Wherever the string "Promise" occurs in a line of these records, report that line.

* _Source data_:
BEGIN
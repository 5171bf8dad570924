import { execFileSync } from "node:child_process";
import path from "node:path";
import { describe, expect, it } from "vitest";
import { checkTex, FIGURE_INK, placeTex, renderTex, TexError, type RenderedTex } from "./render-tex";
import { TYPICAL_LABELS } from "./testing/typical-labels";
import { advanceWidthsEm } from "./testing/ttf-advance-widths";

const render = (tex: string, fontSizePt = 10) => renderTex(tex, { fontSizePt });

async function renderAll(labels: readonly string[], fontSizePt = 10): Promise<Record<string, RenderedTex>> {
  const out: Record<string, RenderedTex> = {};
  for (const tex of labels) out[tex] = await render(tex, fontSizePt);
  return out;
}

/** Every coordinate pair in a body's path data. */
function points(body: string): [number, number][] {
  const values = [...body.matchAll(/-?\d+(?:\.\d+)?/g)].map((m) => Number(m[0]));
  const out: [number, number][] = [];
  for (let i = 0; i + 1 < values.length; i += 2) out.push([values[i], values[i + 1]]);
  return out;
}

// Labels that exercise stretched pieces (nested viewports), rules, frames and table lines.
const STRETCHED = [
  "\\overline{ab}",
  "\\xrightarrow{\\text{long arrow}}",
  "\\left(\\rule{1pt}{5em}\\right)",
  "\\left(\\frac{\\frac{a}{b}}{c}\\right)",
  "\\widehat{abcdef}",
  "\\boxed{x}",
  "\\begin{array}{c|c}a&b\\\\\\hline c&d\\end{array}",
];

describe("renderTex: the same bytes every time", () => {
  it("gives the same output for the same TeX, whatever was drawn before it", async () => {
    const labels = [...TYPICAL_LABELS, ...STRETCHED];
    const forward = await renderAll(labels, 9);
    const backward = await renderAll([...labels].reverse(), 9);
    for (const tex of labels) expect(backward[tex], tex).toEqual(forward[tex]);
  });

  it("gives the same bytes in a fresh process that draws the labels in the opposite order", async () => {
    const labels = [...TYPICAL_LABELS, ...STRETCHED];
    const here = await renderAll(labels, 9);
    const tsx = path.resolve("node_modules/.bin/tsx");
    const script = path.resolve("app/figures/tex/testing/render-labels.ts");
    const there = JSON.parse(execFileSync(tsx, [script, JSON.stringify([...labels].reverse()), "9"], { encoding: "utf8", maxBuffer: 64 << 20 }));
    expect(JSON.stringify(there, labels)).toBe(JSON.stringify(here, labels));
    for (const tex of labels) expect(JSON.stringify(there[tex]), tex).toBe(JSON.stringify(here[tex]));
  });

  it("gives the same error message on every call, also after other characters of the same missing range", async () => {
    const first = await checkTex("\\text{Ж}");
    await checkTex("\\text{Я}");
    expect(await checkTex("\\text{Ж}")).toBe(first);
    expect(first).toBe('The character "Ж" is not in the figure font');
  });
});

describe("renderTex: sizes", () => {
  it("scales every size and every coordinate with the font size", async () => {
    for (const tex of ["\\mathrm{d}\\sigma/\\mathrm{d}\\Omega\\ [\\mu\\mathrm{b/sr}]", "10^{-3}", "\\overline{ab}"]) {
      const small = await render(tex, 8);
      const large = await render(tex, 16);
      // Each number is rounded to 0.001 pt: doubling one can be off by 0.0015.
      for (const key of ["widthPt", "heightPt", "depthPt"] as const) expect(Math.abs(large[key] - 2 * small[key]), `${tex} ${key}`).toBeLessThanOrEqual(0.0015);
      const a = points(small.body);
      const b = points(large.body);
      expect(b.length).toBe(a.length);
      const worst = Math.max(...a.map(([x, y], i) => Math.max(Math.abs(b[i][0] - 2 * x), Math.abs(b[i][1] - 2 * y))));
      expect(worst, tex).toBeLessThanOrEqual(0.0015);
    }
  });

  it("makes upright text as wide as Computer Modern's advance widths say", async () => {
    // Independent source: the advance widths in the CMU Serif TrueType file (computer-modern
    // package), read from its hmtx table. CMU stores them to 0.001 em, truncated (0.555 for
    // cmr10's 0.5556), hence 0.001 em per character of tolerance, plus the 0.001 pt rounding.
    for (const word of ["deg", "1000", "lab", "sr", "GeV", "mb", "Born", "pull"]) {
      const expected = advanceWidthsEm("cmu-serif-500-roman.ttf", word).reduce((s, w) => s + w, 0) * 10;
      const got = (await render(`\\mathrm{${word}}`)).widthPt;
      const tolerance = [...word].length * 0.001 * 10 + 0.001;
      expect(Math.abs(got - expected), `${word}: got ${got} pt, expected ${expected} pt, tolerance ${tolerance}`).toBeLessThanOrEqual(tolerance);
    }
  });

  it("makes longer text wider", async () => {
    const widths = await Promise.all(["x", "xx", "xxx", "\\theta_\\mathrm{lab}", "\\theta_\\mathrm{lab}\\ [\\mathrm{deg}]"].map(async (t) => (await render(t)).widthPt));
    expect(widths[0]).toBeLessThan(widths[1]);
    expect(widths[1]).toBeLessThan(widths[2]);
    expect(widths[3]).toBeLessThan(widths[4]);
  });

  it("raises superscripts, lowers subscripts and stacks fractions", async () => {
    const x = await render("x");
    const sup = await render("x^{2}");
    const sub = await render("x_{2}");
    const frac = await render("\\frac{a}{b}");
    const a = await render("a");
    expect(sup.heightPt).toBeGreaterThan(x.heightPt);
    expect(sub.depthPt).toBeGreaterThan(x.depthPt);
    expect(frac.heightPt).toBeGreaterThan(a.heightPt);
    expect(frac.depthPt).toBeGreaterThan(a.depthPt);
    // The superscript's ink reaches above the x-height of the base letter.
    const top = Math.min(...points(sup.body).map(([, y]) => y));
    expect(top).toBeLessThan(-x.heightPt);
  });

  it("keeps the ink of stretched pieces, rules and frames inside the label's box", async () => {
    for (const tex of STRETCHED) {
      const r = await render(tex);
      const p = points(r.body);
      // Glyph ink may pass its box by a hair (the arrowhead of \xrightarrow is 0.01 em below
      // the baseline of a box with no depth); an unclipped extender would overshoot by a
      // quarter of its length (MathJax draws it 1.5 times too long).
      const slack = 0.02 * 10;
      const xs = p.map(([x]) => x);
      const ys = p.map(([, y]) => y);
      const box = `${tex}: x ${Math.min(...xs)}..${Math.max(...xs)} in 0..${r.widthPt}, y ${Math.min(...ys)}..${Math.max(...ys)} in ${-r.heightPt}..${r.depthPt}`;
      expect(Math.min(...xs), box).toBeGreaterThanOrEqual(-slack);
      expect(Math.max(...xs), box).toBeLessThanOrEqual(r.widthPt + slack);
      expect(Math.min(...ys), box).toBeGreaterThanOrEqual(-r.heightPt - slack);
      expect(Math.max(...ys), box).toBeLessThanOrEqual(r.depthPt + slack);
    }
  });

  it("draws nothing for an empty label and refuses a font size that is not positive", async () => {
    expect(await render("  ")).toEqual({ widthPt: 0, heightPt: 0, depthPt: 0, body: "" });
    await expect(renderTex("x", { fontSizePt: 0 })).rejects.toThrow(RangeError);
    await expect(renderTex("x", { fontSizePt: Number.NaN })).rejects.toThrow(RangeError);
  });
});

describe("renderTex: output form", () => {
  it("is plain paths: no text, ids, references, colours or transforms, three decimals at most", async () => {
    for (const tex of [...TYPICAL_LABELS, ...STRETCHED]) {
      const { body } = await render(tex);
      expect(body, tex).toMatch(/^(<path d="[MLCQZ0-9. -]+"\/>)+$/);
      expect(body, tex).not.toMatch(/\d\.\d{4}/);
    }
  });

  it("places a label with a translation", async () => {
    const r = await render("x");
    expect(placeTex(r, 1.23456, -2)).toBe(`<g transform="translate(1.235 -2)">${r.body}</g>`);
    expect(FIGURE_INK).toMatch(/^#[0-9a-f]{6}$/);
  });
});

describe("renderTex: errors", () => {
  it("throws a TexError naming an undefined control sequence", async () => {
    const error = await render("\\alpha + \\foo").catch((e: unknown) => e);
    expect(error).toBeInstanceOf(TexError);
    expect((error as TexError).message).toBe("Undefined control sequence \\foo");
  });

  it("throws TexErrors for unbalanced braces, a missing character and macros that labels do not offer", async () => {
    await expect(render("\\frac{1}{2")).rejects.toThrow(TexError);
    await expect(render("\\text{中}")).rejects.toThrow(new TexError('The character "中" is not in the figure font'));
    // Colour comes from the figure and macros cannot be defined in a label.
    await expect(render("\\color{red}{x}")).rejects.toThrow("Undefined control sequence \\color");
    await expect(render("\\newcommand{\\a}{b}\\a")).rejects.toThrow("Undefined control sequence \\newcommand");
  });

  it("checkTex returns the message, or null for good TeX", async () => {
    expect(await checkTex("\\theta_\\mathrm{lab}\\ [\\mathrm{deg}]")).toBeNull();
    expect(await checkTex("\\foo")).toBe("Undefined control sequence \\foo");
  });
});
END
* _RESPONSE TO THIS TASK_:
async function renderAll(labels: readonly string[], fontSizePt = 10): Promise<Record<string, RenderedTex>> {
    const widths = await Promise.all(["x", "xx", "xxx", "\\theta_\\mathrm{lab}", "\\theta_\\mathrm{lab}\\ [\\mathrm{deg}]"].map(async (t) => (await render(t)).widthPt));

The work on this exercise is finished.